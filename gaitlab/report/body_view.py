"""One view of the moving body (from the side or from above) painted on a canvas from a recorded trace."""

from __future__ import annotations

from dataclasses import dataclass
from functools import cache

import numpy as np
from matplotlib.colors import to_hex, to_rgb
from numpy.typing import NDArray

from gaitlab.gait.records import Trace
from gaitlab.report.canvas import Canvas, hull
from gaitlab.report.solids import Solid, rotated
from gaitlab.report.style import INK, MUTED, ORANGE, PAPER, vacuum_scale

FloatArray = NDArray[np.float64]
TRUNK = "#c9cfd4"
TRUNK_TOP = "#e6e9eb"
SWING_FOOT = "#ffffff"
PALE_LIMIT = 0.45  # Rec. 601 luma below which an ink outline would drown, chosen by us
SHADES = 255
FAR_FADE = 0.45  # how much the farthest part pales towards the paper, chosen by us


@dataclass(frozen=True)
class Camera:
    """Maps world [m] to the picture [px]: forward x to the right; `axis` 2 looks from the right side, 1 from above."""

    axis: int
    px_per_m: float
    left_m: float
    level_m: float
    left_px: float
    level_px: float

    def pixels(self, points_m: FloatArray) -> FloatArray:
        """Points (n, 3) as pixels (n, 2)."""
        u = self.left_px + (points_m[:, 0] - self.left_m) * self.px_per_m
        v = self.level_px - (points_m[:, self.axis] - self.level_m) * self.px_per_m
        return np.stack([u, v], axis=1)

    def distance(self, points_m: FloatArray) -> float:
        """How far away the points are, in the sense of painting order: larger is farther."""
        middle = points_m.mean(axis=0)
        return float(middle[1]) if self.axis == 2 else float(-middle[2])


def draw_body(
    canvas: Canvas, trace: Trace, solids: tuple[Solid, ...], *, frame: int, camera: Camera, full_Pa: float
) -> None:
    """Paint every solid at `frame`, far ones first; bellows take the colour of their inlet's vacuum, `full_Pa` the darkest."""
    placed = [(solid, _world_points(solid, trace, frame)) for solid in solids]
    ordered = sorted(placed, key=lambda item: _painting_order(item[0], camera.distance(item[1]), camera))
    depths = [camera.distance(points) for _, points in placed]
    near, far = min(depths), max(depths)
    deep = camera.axis == 2 and float(np.ptp(trace.foot_m[frame, :, 1])) > 0.5 * (far - near)
    for solid, points in ordered:
        fade = round(FAR_FADE * (camera.distance(points) - near) / (far - near), 2) if deep else 0.0
        _draw_solid(canvas, solid, points, camera, _fill(solid, trace, frame, full_Pa), fade)


def _painting_order(solid: Solid, distance_m: float, camera: Camera) -> tuple[bool, float]:
    """Far things first; from above the blocks before all else, as if of glass, for they would hide the bellows."""
    return (camera.axis == 2 or solid.kind != "box", -distance_m)


def _world_points(solid: Solid, trace: Trace, frame: int) -> FloatArray:
    turned = rotated(solid.points_m, trace.quaternion[frame, solid.part])
    return np.asarray(turned + trace.position_m[frame, solid.part])


def _fill(solid: Solid, trace: Trace, frame: int, full_Pa: float) -> str:
    if solid.inlet is None or solid.inlet not in trace.inlets:
        return TRUNK_TOP if solid.kind == "box" else TRUNK
    vacuum = trace.vacuum_Pa[frame, trace.inlets.index(solid.inlet)]
    return vacuum_colour(float(vacuum), full_Pa)


def vacuum_colour(vacuum_Pa: float, full_Pa: float) -> str:
    """The colour of a vacuum on the scale from atmosphere to `full_Pa`."""
    return _shade(round(SHADES * min(max(vacuum_Pa / full_Pa, 0.0), 1.0)))


@cache
def _shade(step: int) -> str:
    return to_hex(vacuum_scale()(step / SHADES))


def _draw_solid(canvas: Canvas, solid: Solid, points_m: FloatArray, camera: Camera, fill: str, fade: float) -> None:
    line = faded(_outline(fill), fade)
    pixels = camera.pixels(points_m)
    if solid.kind == "ball":
        canvas.disc(tuple(pixels[0]), solid.radius_m * camera.px_per_m, fill=faded(fill, fade), line=line, width=0.8)
    else:
        width = 1.2 if solid.kind == "box" else 0.7
        canvas.polygon(hull(pixels), fill=faded(fill, fade), line=line, width=width)


@cache
def _outline(fill: str) -> str:
    """Ink round light things; round dark ones a paler shade of their own, so that ribs stay apart."""
    light = float(np.dot(to_rgb(fill), (0.299, 0.587, 0.114)))
    return INK if light > PALE_LIMIT else faded(fill, 0.5)


@cache
def faded(colour: str, share: float) -> str:
    """The colour moved towards the paper by a share of the way; a negative share moves it towards black."""
    a, b = np.array(to_rgb(colour)), np.array(to_rgb(PAPER if share >= 0.0 else "#000000"))
    return to_hex(a + abs(share) * (b - a))


def draw_feet(canvas: Canvas, trace: Trace, *, frame: int, camera: Camera, radius_px: float) -> None:
    """Mark every foot: a filled orange disc under load, a hollow one while it swings; from above with its name."""
    order = sorted(range(len(trace.feet)), key=lambda f: -camera.distance(trace.foot_m[frame, f : f + 1]))
    for foot in order:
        at = camera.pixels(trace.foot_m[frame, foot : foot + 1])[0]
        loaded = bool(trace.loaded[frame, foot])
        canvas.disc(
            tuple(at), radius_px, fill=ORANGE if loaded else SWING_FOOT, line=INK if loaded else MUTED, width=1.0
        )
        if camera.axis == 1:
            canvas.text(
                (at[0], at[1] - radius_px - 8.0), trace.feet[foot], size=10.5, anchor="mm", bold=True, halo=True
            )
☆ ☆ ☆ ☆ ☆
*Instructions for the task*. Please output all the lines above exactly as given.

*Answer to the problem*.
filename gaitlab/report/body_view.py
"""One view of the moving body (from the side or from above) painted on a canvas from a recorded trace."""

from __future__ import annotations

from dataclasses import dataclass
from functools import cache

import numpy as np
from matplotlib.colors import to_hex, to_rgb
from numpy.typing import NDArray

from gaitlab.gait.records import Trace
from gaitlab.report.canvas import Canvas, hull
from gaitlab.report.solids import Solid, rotated
from gaitlab.report.style import INK, MUTED, ORANGE, PAPER, vacuum_scale

FloatArray = NDArray[np.float64]
TRUNK = "#c9cfd4"
TRUNK_TOP = "#e6e9eb"
SWING_FOOT = "#ffffff"
PALE_LIMIT = 0.45  # Rec. 601 luma below which an ink outline would drown, chosen by us
SHADES = 255
FAR_FADE = 0.45  # how much the farthest part pales towards the paper, chosen by us


@dataclass(frozen=True)
class Camera:
    """Maps world [m] to the picture [px]: forward x to the right; `axis` 2 looks from the right side, 1 from above."""

    axis: int
    px_per_m: float
    left_m: float
    level_m: float
    left_px: float
    level_px: float

    def pixels(self, points_m: FloatArray) -> FloatArray:
        """Points (n, 3) as pixels (n, 2)."""
        u = self.left_px + (points_m[:, 0] - self.left_m) * self.px_per_m
        v = self.level_px - (points_m[:, self.axis] - self.level_m) * self.px_per_m
        return np.stack([u, v], axis=1)

    def distance(self, points_m: FloatArray) -> float:
        """How far away the points are, in the sense of painting order: larger is farther."""
        middle = points_m.mean(axis=0)
        return float(middle[1]) if self.axis == 2 else float(-middle[2])


def draw_body(
    canvas: Canvas, trace: Trace, solids: tuple[Solid, ...], *, frame: int, camera: Camera, full_Pa: float
) -> None:
    """Paint every solid at `frame`, far ones first; bellows take the colour of their inlet's vacuum, `full_Pa` the darkest."""
    placed = [(solid, _world_points(solid, trace, frame)) for solid in solids]
    ordered = sorted(placed, key=lambda item: _painting_order(item[0], camera.distance(item[1]), camera))
    depths = [camera.distance(points) for _, points in placed]
    near, far = min(depths), max(depths)
    deep = camera.axis == 2 and float(np.ptp(trace.foot_m[frame, :, 1])) > 0.5 * (far - near)
    for solid, points in ordered:
        fade = round(FAR_FADE * (camera.distance(points) - near) / (far - near), 2) if deep else 0.0
        _draw_solid(canvas, solid, points, camera, _fill(solid, trace, frame, full_Pa), fade)


def _painting_order(solid: Solid, distance_m: float, camera: Camera) -> tuple[bool, float]:
    """Far things first; from above the blocks before all else, as if of glass, for they would hide the bellows."""
    return (camera.axis == 2 or solid.kind != "box", -distance_m)


def _world_points(solid: Solid, trace: Trace, frame: int) -> FloatArray:
    turned = rotated(solid.points_m, trace.quaternion[frame, solid.part])
    return np.asarray(turned + trace.position_m[frame, solid.part])


def _fill(solid: Solid, trace: Trace, frame: int, full_Pa: float) -> str:
    if solid.inlet is None or solid.inlet not in trace.inlets:
        return TRUNK_TOP if solid.kind == "box" else TRUNK
    vacuum = trace.vacuum_Pa[frame, trace.inlets.index(solid.inlet)]
    return vacuum_colour(float(vacuum), full_Pa)


def vacuum_colour(vacuum_Pa: float, full_Pa: float) -> str:
    """The colour of a vacuum on the scale from atmosphere to `full_Pa`."""
    return _shade(round(SHADES * min(max(vacuum_Pa / full_Pa, 0.0), 1.0)))


@cache
def _shade(step: int) -> str:
    return to_hex(vacuum_scale()(step / SHADES))


def _draw_solid(canvas: Canvas, solid: Solid, points_m: FloatArray, camera: Camera, fill: str, fade: float) -> None:
    line = faded(_outline(fill), fade)
    pixels = camera.pixels(points_m)
    if solid.kind == "ball":
        canvas.disc(tuple(pixels[0]), solid.radius_m * camera.px_per_m, fill=faded(fill, fade), line=line, width=0.8)
    else:
        width = 1.2 if solid.kind == "box" else 0.7
        canvas.polygon(hull(pixels), fill=faded(fill, fade), line=line, width=width)


@cache
def _outline(fill: str) -> str:
    """Ink round light things; round dark ones a paler shade of their own, so that ribs stay apart."""
    light = float(np.dot(to_rgb(fill), (0.299, 0.587, 0.114)))
    return INK if light > PALE_LIMIT else faded(fill, 0.5)


@cache
def faded(colour: str, share: float) -> str:
    """The colour moved towards the paper by a share of the way; a negative share moves it towards black."""
    a, b = np.array(to_rgb(colour)), np.array(to_rgb(PAPER if share >= 0.0 else "#000000"))
    return to_hex(a + abs(share) * (b - a))


def draw_feet(canvas: Canvas, trace: Trace, *, frame: int, camera: Camera, radius_px: float) -> None:
    """Mark every foot: a filled orange disc under load, a hollow one while it swings; from above with its name."""
    order = sorted(range(len(trace.feet)), key=lambda f: -camera.distance(trace.foot_m[frame, f : f + 1]))
    for foot in order:
        at = camera.pixels(trace.foot_m[frame, foot : foot + 1])[0]
        loaded = bool(trace.loaded[frame, foot])
        canvas.disc(
            tuple(at), radius_px, fill=ORANGE if loaded else SWING_FOOT, line=INK if loaded else MUTED, width=1.0
        )
        if camera.axis == 1:
            canvas.text(
                (at[0], at[1] - radius_px - 8.0), trace.feet[foot], size=10.5, anchor="mm", bold=True, halo=True
            )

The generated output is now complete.